Взгляд Мисси встретился со взглядом Алисии. Алисия шумно втянула носом воздух и нарочно отвернулась.
— Слава Богу, — с облегчением вздохнула Мисси.
Рельсы загудели, и почти сразу после этого поезд двинулся — громадный черный паровоз с рядом — коротких труб заскрежетал в клубах тяжелого дыма и густых облаках белого пара.
— Знаешь, что я люблю делать? — спросила Юна у Мисси, когда они нашли у окна два свободных места.
— Нет. Что?
— Ты знаешь навесной мост в конце Ноэль — стрит у бутылочного завода?
— Конечно, знаю.
— Я люблю стоять прямо посередине, на самом верху и перевешиваться через перила, когда внизу идет поезд.

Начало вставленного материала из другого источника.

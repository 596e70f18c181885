"""When will new mid-times separate the hypotheses still standing?

For each standing hypothesis the O−C (against the constant-period fit) is
predicted over the coming years with its 1σ band (posterior draws).  Two
hypotheses are told apart at an epoch when their medians differ by more than
3 √(σ_a² + σ_b² + σ_obs²), with σ_obs the timing precision of a new
observation (default: the median uncertainty of the most recent fifth of
the table).  The forecast lists the first such date for each pair, the
epochs worth observing (the first separating epochs and the one of largest
separation), and the next transit windows of the leading hypothesis —
start, mid and end in UTC and BJD_TDB with the ephemeris uncertainty.
"""

from __future__ import annotations

from dataclasses import dataclass, field

import numpy as np

from ttvkit.constants import DAY_S, YEAR_D
from ttvkit.inference.predictions import prediction_band
from ttvkit.timing.standards import bjd_tdb_to_utc

__all__ = ["Forecast", "make_forecast"]


@dataclass
class Forecast:
    """Predictions of the standing hypotheses and when they part."""

    epochs: np.ndarray
    bjd_tdb: np.ndarray
    curves: dict                      # name -> (median, lower, upper) O−C in seconds
    precision_s: float
    pairs: list = field(default_factory=list)
    windows: list = field(default_factory=list)
    reference: str = "constant-period"

    def to_dict(self) -> dict:
        """Plain-JSON form (curves thinned to at most 60 points)."""
        step = max(1, self.epochs.size // 60)
        return {"reference": self.reference, "timing_precision_s": self.precision_s,
                "epochs": self.epochs[::step].tolist(),
                "curves": {k: {"median_s": v[0][::step].tolist(), "lower_s": v[1][::step].tolist(),
                               "upper_s": v[2][::step].tolist()} for k, v in self.curves.items()},
                "separations": self.pairs, "next_transits": self.windows}


def make_forecast(standing: list, reference, table, years: float = 10.0, precision_s: float | None = None,
                  duration_h: float | None = None, target=None, n_windows: int = 8,
                  now: float | None = None) -> Forecast:
    """Forecast the O−C of the standing fits over ``years``.

    Parameters
    ----------
    standing : list of FitResult
        The hypotheses still standing, best first.
    reference : FitResult
        The constant-period fit the O−C is measured against.
    table : TimingTable
    years : float
    precision_s : float, optional
        Timing precision of a future observation (seconds).
    duration_h : float, optional
        Transit duration T14 (hours) for the windows.
    target : SkyCoord, optional
        For UTC dates at the geocentre.
    n_windows : int
        Upcoming transits listed.
    now : float, optional
        BJD_TDB from which to look ahead (default: the present, or the last
        mid-time if that is later).

    Returns
    -------
    Forecast
    """
    base = reference.data
    if now is None:
        from astropy.time import Time

        now = float(Time.now().tdb.jd)
    now_epoch = int(np.floor((now - base.t_ref) / base.period))
    last = max(int(np.max(table.epoch)), now_epoch)
    n_future = int(years * YEAR_D / base.period)
    step = max(1, n_future // 400)
    epochs = np.arange(last + 1, last + n_future + 1, step)
    data = base.at_epochs(epochs)
    ref_line = reference.hypothesis.predict(reference.model_theta(), data)
    if precision_s is None:
        recent = np.argsort(table.time)[-max(1, len(table) // 5):]
        precision_s = float(np.median(table.uncertainty[recent]) * DAY_S)
    curves = {}
    for fit in standing:
        med, lo, hi = prediction_band(fit, data)
        curves[fit.name] = ((med - ref_line) * DAY_S, (lo - ref_line) * DAY_S, (hi - ref_line) * DAY_S)
    bjd = ref_line + base.t_ref
    pairs = []
    names = list(curves)
    for i, a in enumerate(names):
        for b in names[i + 1:]:
            ma, la, ha = curves[a]
            mb, lb, hb = curves[b]
            sep = np.abs(ma - mb)
            sigma = np.sqrt(((ha - la) / 2) ** 2 + ((hb - lb) / 2) ** 2 + precision_s ** 2)
            ok = np.flatnonzero(sep > 3 * sigma)
            entry = {"hypotheses": [a, b], "first_epoch": None, "first_date_utc": None,
                     "epochs_worth_observing": [], "largest_separation_s": float(sep.max()),
                     "largest_separation_sigma": float((sep / sigma).max())}
            if ok.size:
                first = int(ok[0])
                best = int(np.argmax(sep / sigma))
                worth = sorted({int(epochs[k]) for k in list(ok[:3]) + [best]})
                entry.update(first_epoch=int(epochs[first]), first_bjd_tdb=float(bjd[first]),
                             first_date_utc=_utc(bjd[first], target), epochs_worth_observing=worth)
            pairs.append(entry)
    windows = []
    if standing:
        lead = standing[0]
        nxt = np.arange(last + 1, last + 1 + n_windows)
        wdata = base.at_epochs(nxt)
        med, lo, hi = prediction_band(lead, wdata)
        for k, e in enumerate(nxt):
            mid = float(med[k] + base.t_ref)
            sig = float((hi[k] - lo[k]) / 2 * DAY_S)
            half = (duration_h / 48.0) if duration_h else None
            windows.append({"epoch": int(e), "hypothesis": lead.name, "mid_bjd_tdb": mid,
                            "uncertainty_s": sig, "mid_utc": _utc(mid, target),
                            "start_bjd_tdb": mid - half if half else None,
                            "end_bjd_tdb": mid + half if half else None,
                            "start_utc": _utc(mid - half, target) if half else None,
                            "end_utc": _utc(mid + half, target) if half else None})
    return Forecast(epochs, bjd, curves, float(precision_s), pairs, windows, reference.name)


def _utc(bjd: float, target) -> str:
    t = bjd_tdb_to_utc(np.array([bjd]), target)[0]
    return t.isot[:19]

Ух! Все в дыму. Как будто в ад спускаешься. Но здорово!
— Все у тебя всегда здорово! — подумала Мисси. — Я никогда не встречала такого жизнерадостного человека, как ты.
Поезд притащился на конечную станцию, на Центральный вокзал. Стрелки часов показывали без двадцати минут девять. К врачу на Мэккэри-стрит они должны придти в десять, так что было время зайти в кафе на вокзале, выпить чаю.
Алисия смешалась с основным потоком людей. Ей пришлось выждать, чтобы сделать это, потому что пассажиры первого класса, как обычно, были далеко впереди остальных.
— Это та самая Алисия Маршалл? — спросила Юна.
— Да.
Юна издала какой-то нечленораздельный звук.
— Как она тебе? — полюбопытствовала Мисси.
— Она проста и вульгарна, дорогая. Держит все свои достоинства на виду. А знаешь, что случается с товарами, находящимися в витрине?
— Знаю, но лучше ты сама скажи. Юна улыбнулась.
— Дорогая, они теряют цвет. Постоянное действие яркого дневного света. Самое большее она продержится еще год. А потом ей придется туго зашнуровывать свой корсет, чтобы выглядеть опрятной. Она безобразно растолстеет, обленится и испортит характер. Я думаю, она выходит замуж за самого обычного парня. А ей нужен мужчина, который заставит ее много работать и будет обращаться с ней как с грязью!
— Я боюсь, бедный Маленький Вилли слишком слабоволен, — вздохнула Мисси.
Она не поняла, почему Юне это замечание показалось таким забавным. Юна билась в припадках смеха всю дорогу, пока они шли по Кэсэлри-стрит к трамваю, не объясняя причины. Мисси оставила попытки узнать ее, когда они оказались перед домом врача на Мэккэри-стрит.